Storing Fruit


Fruits may be kept for long periods of time using a variety of techniques; the best method to use often depends on the fruit itself. Soft fruits tend to freeze very successfully, whilst many tree fruits may be kept for months in a cool, dark and slightly damp spot. Many fruits may also be made into preserves, or bottled in sugar syrup with perhaps some alcohol. Fruits with a high sugar and acid content, such as apricots and figs may be oven-dried at 120-140°F (49-60°C) for approximately 12-14 hours.

Cool Storage

Tree fruits, such as apples and pears may be kept in cool, well ventilated storage for several weeks, or even several months. Cool temperatures slow down fruit respiration, which in turn slows down decay, whilst adequate ventilation keeps ethylene (the chemical responsible for ripening) from building up. Other tree fruits may be stored in the same way, but do not tend to last quite as long; 2-4 weeks at best.

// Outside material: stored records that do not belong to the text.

"""What went in, and where the kinetics come from and hold."""

from __future__ import annotations

from reactorstage.report.display import fixed
from reactorstage.report.inputs import Given, given, text_of
from reactorstage.report.page.parts import Block, Grid, Section, Words
from reactorstage.report.page.subject import Subject
from reactorstage.report.table import Column, Table, table
from reactorstage.report.understood import understood_tables
from reactorstage.train.result import Rating

KINETIC = ("REACTIONS", "RATE LAWS", "K OF LAWS AGAINST GIBBS ENERGIES", "HEAT AND EQUILIBRIUM")
AS_GIVEN = (
    "Texts and units are those of the case file; what stands under every bed or every reaction is repeated "
    "where it counts. The last column gives file and line."
)


def inputs(subject: Subject) -> Section:
    """Every input with its unit as it was given and the place where it stands, then what was understood."""
    rows = given(subject.now.case)
    file = main_file(rows)
    made = table("INPUTS", [
        Column(("group",), tuple(row.group for row in rows), left=True),
        Column(("name",), tuple(row.name for row in rows), left=True),
        Column(("as given",), tuple(row.text for row in rows), left=True),
        Column(("where",), tuple(row.place.replace(f"{file}:", "line\u00a0") for row in rows), left=True),
    ])  # fmt: skip
    blocks: list[Block] = [
        Words(f"{AS_GIVEN} Lines without a file are those of {file}."),
        Grid(made, "Every input as given"),
    ]
    blocks += [
        Grid(one, f"As understood: {caption_of(one.title)}")
        for one in understood_tables(subject.seen)
        if one.title not in (*KINETIC, "LIMITS", "PRICES")
    ]
    return Section("inputs", "What went in", tuple(blocks))


def caption_of(title: str) -> str:
    """A title without its capitals; symbols and names in it stay as they are."""
    return " ".join(word.lower() if word.isupper() and len(word) > 1 else word for word in title.split(" "))


def upper(text: str) -> str:
    return text[:1].upper() + text[1:]


def main_file(rows: list[Given]) -> str:
    """The file in which most inputs stand."""
    files = [row.place.partition(":")[0] for row in rows]
    return max(files, key=files.count)


def kinetics(subject: Subject) -> Section:
    """Reactions, heats and constants, sources, and how much of each bed lies outside the stated window."""
    blocks: list[Block] = [
        Grid(one, upper(caption_of(one.title)))
        for one in understood_tables(subject.seen)
        if one.title in KINETIC
    ]
    blocks.append(Grid(sources_table(subject), "Source and validity of the kinetics"))
    blocks.append(Grid(species_table(subject), "Source of the species data"))
    blocks.append(
        Words("Kinetics hold only in the window in which they were measured; outside it a result is a guess.")
    )
    return Section("kinetics", "Kinetics: source and validity", tuple(blocks))


def sources_table(subject: Subject) -> Table:
    """Each reaction: source, window, share of each bed outside."""
    reactions = subject.now.case.resolved.get("reactions", {})
    names = list(subject.now.case.reactions)
    beds = [profile.owner for profile in subject.now.profiles]
    outside = [
        Column((f"{bed} outside",), tuple(_outside(subject.now, bed, name) for name in names)) for bed in beds
    ]
    return table("SOURCES", [
        Column(("",), tuple(names), left=True),
        Column(("source",), _texts(reactions, names, "source", "none stated"), left=True),
        Column(("valid",), _texts(reactions, names, "valid", "no window stated"), left=True),
        *outside,
    ])  # fmt: skip


def _texts(mapping: object, names: list[str], key: str, absent: str) -> tuple[str, ...]:
    return tuple(_said(mapping, name, key) or absent for name in names)


def _said(mapping: object, name: str, key: str) -> str:
    """A text of the case as given."""
    body = mapping.get(name) if isinstance(mapping, dict) else None
    return text_of(body[key]) if isinstance(body, dict) and body.get(key) is not None else ""


def _outside(rating: Rating, bed: str, reaction: str) -> str:
    value = rating.quantities.get(f"{bed}.outside validity of {reaction}")
    if value is None or value.value is None:
        return "-"
    return f"{fixed(100.0 * value.value, 0)} %"


def species_table(subject: Subject) -> Table:
    """Each species: where its data come from."""
    species = subject.now.case.resolved.get("species", {})
    names = list(subject.now.case.species)
    return table("SPECIES", [
        Column(("",), tuple(names), left=True),
        Column(("data",), tuple(_data(species, name) for name in names), left=True),
        Column(("source",), _texts(species, names, "source", "as the data file states"), left=True),
    ])  # fmt: skip


def _data(species: object, name: str) -> str:
    given_name = _said(species, name, "gas data")
    return f"gas data {given_name}" if given_name else "given in the case"
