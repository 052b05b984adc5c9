import { data, redirect } from 'react-router-dom'
import { paths } from '../../config/paths'
import type { App } from '../../lib/app-context'
import { throwFailure } from '../../lib/loading'
import { comparedPieceQuery } from './api/compared-piece'
import { gearPageQuery } from './api/gear-list'
import { readVisit } from './link/read-visit'

/** On the server the list is waited for; in a browser the page changes at once and its rows follow. */
export async function loadBrowse(app: App, url: URL): Promise<unknown> {
  const { api, queryClient, preferences, isServer } = app
  const { state, problems, redirect: address } = readVisit(url.searchParams, preferences.get().system)
  if (address !== undefined) return redirect(address === '' ? paths.gearList : `${paths.gearList}?${address}`)
  const page = queryClient.fetchQuery(gearPageQuery(api, state))
  // A piece that is gone is left out of the comparison; the list is none the worse for it.
  const compared = state.compare.map((slug) => queryClient.prefetchQuery(comparedPieceQuery(api, slug)))
  if (!isServer) {
    // The page itself says what went wrong.
    void Promise.allSettled([page, ...compared])
    return null
  }
  const [{ isRestarted }] = await Promise.all([page, ...compared]).catch(throwFailure)
  return problems.length > 0 || isRestarted ? data(null, { status: 422 }) : null
}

Apples may be wrapped individually in greaseproof paper to prevent rot, and then stored in slatted boxes to allow a good flow-though of air. Some fruits can tend to shrivel if the air is not humid enough and are better stored in clear plastic bags pierced with several holes.

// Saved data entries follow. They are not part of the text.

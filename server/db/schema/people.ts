import { sql } from 'drizzle-orm'
import {
  bigint,
  boolean,
  check,
  index,
  integer,
  jsonb,
  pgTable,
  primaryKey,
  text,
  timestamp,
  uniqueIndex,
  uuid,
} from 'drizzle-orm/pg-core'

const moment = (name: string) => timestamp(name, { withTimezone: true, precision: 3 })

export type Role = 'member' | 'moderator' | 'admin'

/** Somebody with an account. Deleted, a row keeps its number alone, so that what they contributed keeps an author. */
export const people = pgTable(
  'people',
  {
    id: integer('id').primaryKey().generatedAlwaysAsIdentity(),
    /** Public, and the address of the person's page; null once the account is deleted. */
    name: text('name'),
    email: text('email'),
    emailConfirmedAt: moment('email_confirmed_at'),
    passwordHash: text('password_hash'),
    role: text('role').$type<Role>().notNull().default('member'),
    suspendedAt: moment('suspended_at'),
    suspendedReason: text('suspended_reason'),
    deletedAt: moment('deleted_at'),
    /** Whether notices are sent by e-mail; what concerns the account itself always is. */
    wantsNotices: boolean('wants_notices').notNull().default(true),
    isDemo: boolean('is_demo').notNull().default(false),
    createdAt: moment('created_at').notNull().defaultNow(),
  },
  (table) => [
    uniqueIndex('people_name_key').on(sql`lower(${table.name})`),
    uniqueIndex('people_email_key').on(sql`lower(${table.email})`),
    check('people_role_known', sql`${table.role} in ('member', 'moderator', 'admin')`),
    check(
      'people_deleted_whole',
      sql`(${table.deletedAt} is null) = (${table.name} is not null and ${table.email} is not null and ${table.passwordHash} is not null)`,
    ),
  ],
)

/** Only the SHA-256 of a session's id is kept: what leaks from here signs nobody in. */
export const sessions = pgTable(
  'sessions',
  {
    idHash: text('id_hash').primaryKey(),
    /** What a person's own list calls it by. */
    publicId: uuid('public_id').notNull().defaultRandom(),
    personId: integer('person_id')
      .notNull()
      .references(() => people.id),
    createdAt: moment('created_at').notNull().defaultNow(),
    /** The end by idleness, moved as the session is used; the absolute end is reckoned from `createdAt`. */
    expiresAt: moment('expires_at').notNull(),
    seenAt: moment('seen_at').notNull().defaultNow(),
    agent: text('agent'),
  },
  (table) => [
    uniqueIndex('sessions_public_id_key').on(table.publicId),
    index('sessions_person_idx').on(table.personId),
    index('sessions_expires_idx').on(table.expiresAt),
  ],
)

/** What a link in an e-mail proves, once. Only the SHA-256 of the token is kept. */
export const emailTokens = pgTable(
  'email_tokens',
  {
    tokenHash: text('token_hash').primaryKey(),
    personId: integer('person_id')
      .notNull()
      .references(() => people.id),
    purpose: text('purpose').$type<'confirm' | 'reset' | 'change-email' | 'unsubscribe'>().notNull(),
    /** The address that the link went to, which it confirms. */
    email: text('email').notNull(),
    createdAt: moment('created_at').notNull().defaultNow(),
    expiresAt: moment('expires_at').notNull(),
    usedAt: moment('used_at'),
  },
  (table) => [
    index('email_tokens_person_idx').on(table.personId, table.purpose),
    check('email_tokens_purpose_known', sql`${table.purpose} in ('confirm', 'reset', 'change-email', 'unsubscribe')`),
  ],
)

/** Counts shared by every process: failed sign-ins of an account, mails asked for, writes of a person. */
export const rateCounts = pgTable(
  'rate_counts',
  {
    key: text('key').primaryKey(),
    hits: integer('hits').notNull(),
    resetsAt: moment('resets_at').notNull(),
  },
  (table) => [index('rate_counts_resets_idx').on(table.resetsAt)],
)

/** Who did what, when. Only ever added to: triggers and the application's role see to it. */
export const auditEvents = pgTable(
  'audit_events',
  {
    id: bigint('id', { mode: 'number' }).primaryKey().generatedAlwaysAsIdentity(),
    at: moment('at').notNull().defaultNow(),
    /** Null: the system itself, or somebody without an account. */
    actorId: integer('actor_id').references(() => people.id),
    action: text('action').notNull(),
    subjectType: text('subject_type').notNull(),
    subjectId: text('subject_id').notNull(),
    detail: jsonb('detail').$type<Record<string, unknown>>().notNull().default({}),
    requestId: text('request_id'),
  },
  (table) => [
    index('audit_events_at_idx').on(table.at, table.id),
    index('audit_events_actor_idx').on(table.actorId, table.id),
    index('audit_events_subject_idx').on(table.subjectType, table.subjectId, table.id),
    index('audit_events_action_idx').on(table.action, table.id),
  ],
)

/** A letter, written in the transaction of what it tells of; a worker sends it. */
export const outbox = pgTable(
  'outbox',
  {
    id: uuid('id').primaryKey().defaultRandom(),
    personId: integer('person_id').references(() => people.id),
    recipient: text('recipient').notNull(),
    kind: text('kind').notNull(),
    subject: text('subject').notNull(),
    textBody: text('text_body').notNull(),
    htmlBody: text('html_body').notNull(),
    /** A notice can be unsubscribed from in one click, by this address. */
    unsubscribeUrl: text('unsubscribe_url'),
    status: text('status').$type<'waiting' | 'sent' | 'dead'>().notNull().default('waiting'),
    attempts: integer('attempts').notNull().default(0),
    lastError: text('last_error'),
    createdAt: moment('created_at').notNull().defaultNow(),
    sentAt: moment('sent_at'),
  },
  (table) => [
    index('outbox_status_idx').on(table.status, table.createdAt),
    index('outbox_person_idx').on(table.personId),
    check('outbox_status_known', sql`${table.status} in ('waiting', 'sent', 'dead')`),
  ],
)

/** The stored answer to a POST that may be sent again. `status` is null while the first is on its way. */
export const idempotencyKeys = pgTable(
  'idempotency_keys',
  {
    personId: integer('person_id')
      .notNull()
      .references(() => people.id),
    key: text('key').notNull(),
    requestHash: text('request_hash').notNull(),
    status: integer('status'),
    headers: jsonb('headers').$type<Record<string, string>>(),
    body: text('body'),
    createdAt: moment('created_at').notNull().defaultNow(),
  },
  (table) => [
    primaryKey({ columns: [table.personId, table.key] }),
    index('idempotency_keys_created_idx').on(table.createdAt),
  ],
)

/** Long work that can be left and come back to. */
export const longJobs = pgTable(
  'long_jobs',
  {
    id: uuid('id').primaryKey().defaultRandom(),
    kind: text('kind').notNull(),
    startedBy: integer('started_by')
      .notNull()
      .references(() => people.id),
    subject: jsonb('subject').$type<Record<string, unknown>>().notNull(),
    status: text('status').$type<'waiting' | 'running' | 'done' | 'failed'>().notNull().default('waiting'),
    done: integer('done').notNull().default(0),
    total: integer('total'),
    outcome: jsonb('outcome').$type<Record<string, unknown>>(),
    createdAt: moment('created_at').notNull().defaultNow(),
    endedAt: moment('ended_at'),
  },
  (table) => [
    index('long_jobs_kind_idx').on(table.kind, table.createdAt),
    check('long_jobs_status_known', sql`${table.status} in ('waiting', 'running', 'done', 'failed')`),
  ],
)
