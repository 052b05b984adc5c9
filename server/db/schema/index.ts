export * from './gear'
export * from './people'
export * from './proposals'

The majority of soft fruits and some tree fruits may be successfully frozen and stored for up to a year. Small fruits should be spread out on a tray so that they are not in contact with each other and then frozen for approximately 4 hours. They may then be transferred into a container and kept in the freezer until required. Larger fruits, such as apples, should be cut into slices before freezing. You should also remove cores or stones from apples, apricots, peaches and plums, and stalks from grapes, cherries, damsons and blackcurrants.


All soft fruits, such as strawberries, raspberries and gooseberries, and some tree fruits such as damsons and apricots, may be made into preserves. This may be in the form of a jam, where the whole fruit is used, or as a jelly, where the fruit is strained and only the juice used.

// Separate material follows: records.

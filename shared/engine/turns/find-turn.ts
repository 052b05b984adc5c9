import type { UnitSystem } from '../../units/systems'
import { judgeAll } from '../assess'
import type { AssessedCandidate } from '../candidates'
import { getRules } from '../checks/index'
import { outcomeOf } from '../concession'
import { findOutcome } from '../judge'
import { isDemand } from '../knock-ons'
import type { Candidate, Rule } from '../rule'
import { createScene, type Scene } from '../scene'
import { findSide } from '../sides'
import { findContradictions } from '../setup/contradictions'
import { resolve } from '../setup/resolve'
import type { Outcome, Setup, Verdict } from '../types'
import { decideVerdict } from '../verdict'
import { listKnobs, type Knob } from './knobs'
import { createLadder } from './steps'

/** The smallest change to one number of the setup with which a piece that does not fit would. */
export interface FoundTurn {
  readonly knob: Knob
  readonly to: number
  /** The value one step less, with which it would not. */
  readonly short: number
  readonly verdict: 'fits' | 'changes'
}

/** How the setup with a change in it judges the piece, what it asks of the rest included. */
export type JudgeAnew = (change: (setup: Setup) => Setup) => Verdict

/** Scenes with one number said otherwise, the same for every piece of a page. */
function changeScene(scene: Scene, knob: Knob, value: number): Scene {
  const key = `turned ${knob.path}=${value}`
  const known = scene.kept.get(key) as Scene | undefined
  if (known) return known
  const plan = resolve(knob.give(scene.plan.setup, value))
  const items = new Map(plan.setup.items.map((item) => [item.id, item]))
  const others = scene.others.map((other) => items.get(other.id) ?? other)
  const changed = createScene(plan, others)
  scene.kept.set(key, changed)
  return changed
}

/** More than any scale has. */
const mostSteps = 2 ** 20

/** What a check has to give at least, where another verdict is wanted than the piece has. */
const keepsBy: Readonly<Record<'no' | 'changes', (outcome: Outcome | undefined) => boolean>> = {
  no: (outcome) => outcome !== 'fail',
  changes: (outcome) => outcome !== 'fail' && outcome !== 'change',
}

const wantedBy: Readonly<Record<'no' | 'changes', readonly Verdict[]>> = { no: ['fits', 'changes'], changes: ['fits'] }

interface Search {
  readonly scene: Scene
  readonly candidate: Candidate
  /** Those that are not kept first: they tell soonest. */
  readonly rules: readonly Rule[]
  readonly failing: readonly Rule[]
  readonly from: 'no' | 'changes'
}

const isKeptIn = ({ candidate, from }: Search, rules: readonly Rule[], scene: Scene): boolean =>
  rules.every((rule) => keepsBy[from](findOutcome(scene, rule, candidate)))

type Test = (count: number) => boolean
/** On which side of what is asked for so many steps lead. */
type Side = (count: number) => -1 | 0 | 1 | undefined

/** Between too few steps and too many, as a skimmer's water may be too deep or too shallow, some that are just right. */
function findBetween(few: number, many: number, keeps: Test, sideAt: Side): number | undefined {
  const start = sideAt(few)
  if (start === undefined || sideAt(many) !== -start) return undefined
  let [low, high] = [few, many]
  while (high - low > 1) {
    const middle = Math.floor((low + high) / 2)
    if (keeps(middle)) return middle
    if (sideAt(middle) === start) low = middle
    else high = middle
  }
  return undefined
}

/** The fewest steps up to `most` with which every check is kept, walking away from none. */
function findFewest(most: number, keeps: Test, sideAt: Side): number | undefined {
  let last = 0
  for (let stride = 1; ; stride *= 2) {
    const count = Math.min(stride, most)
    let kept = keeps(count) ? count : findBetween(last, count, keeps, sideAt)
    while (kept !== undefined && kept - last > 1) {
      const middle = Math.floor((kept + last) / 2)
      if (keeps(middle)) kept = middle
      else last = middle
    }
    if (kept !== undefined || count === most) return kept
    last = count
  }
}

/** So many steps are possible at most: within what can be at all, and as far as nothing else that was said rules it out. */
function findMost(scene: Scene, knob: Knob, isMore: boolean, valueAt: (count: number) => number): number {
  const key = `turns ${knob.path} ${isMore}`
  const known = scene.kept.get(key)
  if (typeof known === 'number') return known
  const [low, high] = knob.range
  const isPossible = (count: number) => {
    const value = valueAt(count)
    return value >= low && value <= high && findContradictions(knob.give(scene.plan.setup, value)).length === 0
  }
  let [most, beyond] = [0, mostSteps]
  while (beyond - most > 1) {
    const middle = Math.floor((most + beyond) / 2)
    if (isPossible(middle)) most = middle
    else beyond = middle
  }
  scene.kept.set(key, most)
  return most
}

function turn(search: Search, knob: Knob, isMore: boolean, system: UnitSystem): FoundTurn | undefined {
  const { scene, candidate, rules, from, failing } = search
  const valueAt = createLadder(knob.from, knob.attribute.unit, system, isMore, knob.isRelative)
  const most = findMost(scene, knob, isMore, valueAt)
  if (most === 0) return undefined
  const sceneAt = (count: number) => changeScene(scene, knob, valueAt(count))
  const keepsOf = (asked: readonly Rule[]) => (count: number) => isKeptIn(search, asked, sceneAt(count))
  const [worst] = failing
  const start = findSide(worst?.judge(scene, candidate))
  const sideAt: Side = (count) => (start === undefined ? start : findSide(worst?.judge(sceneAt(count), candidate)))
  // More of the same helps or does not: what all of it does not turn nothing short of it will, unless it goes too far.
  if (!keepsOf(failing)(most) && sideAt(most) === start) return undefined
  const count = findFewest(most, keepsOf(rules), sideAt)
  if (count === undefined) return undefined
  const verdict = decideVerdict(judgeAll(sceneAt(count), candidate))
  if (verdict === 'no' || verdict === 'unknown' || !wantedBy[from].includes(verdict)) return undefined
  return { knob, to: valueAt(count), short: valueAt(count - 1), verdict }
}

/** How large a change is beside what it changes: degrees beside those that are usual, since their zero is no nothing. */
function weigh({ knob: { attribute, from }, to }: FoundTurn): number {
  const [low, high] = attribute.usual
  return Math.abs(to - from) / Math.max(attribute.unit === 'C' ? high - low : Math.abs(from), 1e-9)
}

/** Whether there is a verdict to turn: what the rest asks for as well, or a change that states its condition, is not. */
function findWhatFails({ verdict, judged, knockOns }: AssessedCandidate) {
  if (verdict === 'no') return judged.filter((one) => one.outcome === 'fail' || one.eitherWay === 'fail')
  const changes = judged.filter((one) => outcomeOf(one) === 'change')
  const isOwn = verdict === 'changes' && knockOns.filter(isDemand).length === changes.length
  return isOwn && changes.every(({ condition }) => !condition) ? changes : []
}

/** The turn that takes least, undefined where no single number of the setup does it. */
export function findTurn(scene: Scene, assessed: AssessedCandidate, judgeAnew: JudgeAnew): FoundTurn | undefined {
  const { candidate, verdict } = assessed
  const failing = findWhatFails(assessed)
  if (failing.length === 0 || (verdict !== 'no' && verdict !== 'changes')) return undefined
  const asked = failing.map(({ rule }) => rule)
  const rest = getRules(candidate.piece.kind).rules.filter((rule) => !asked.includes(rule))
  const search: Search = { scene, candidate, rules: [...asked, ...rest], failing: asked, from: verdict }
  // Nobody changes what is built to save a change.
  const knobs = listKnobs(scene, failing, candidate).filter((knob) => verdict === 'no' || !knob.isRelative)
  const { units } = scene.plan.setup
  const found = knobs.flatMap((knob) =>
    ([true, false] as const).flatMap((isMore) => {
      if (knob.only && (knob.only === 'more') !== isMore) return []
      return turn(search, knob, isMore, units) ?? []
    }),
  )
  for (const one of found.sort((a, b) => weigh(a) - weigh(b))) {
    const anew = judgeAnew((setup) => one.knob.give(setup, one.to))
    if (anew !== 'no' && anew !== 'unknown' && wantedBy[verdict].includes(anew)) return { ...one, verdict: anew }
  }
  return undefined
}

Most stone fruits, such as cherries, plums and peaches may be preserved in alcohol, syrup or vinegar, and stored for at least 3 months before eating.

You can also preserve lemons in salt; simply quarter them, squeeze the juice out into a clean jar and then coat the quarters thoroughly in sea-salt. The lemons can then be packed into the jar along with the juice and topped up with water so that all the pieces are covered. After storing for at least five weeks, the skin may be used finely sliced for cooking.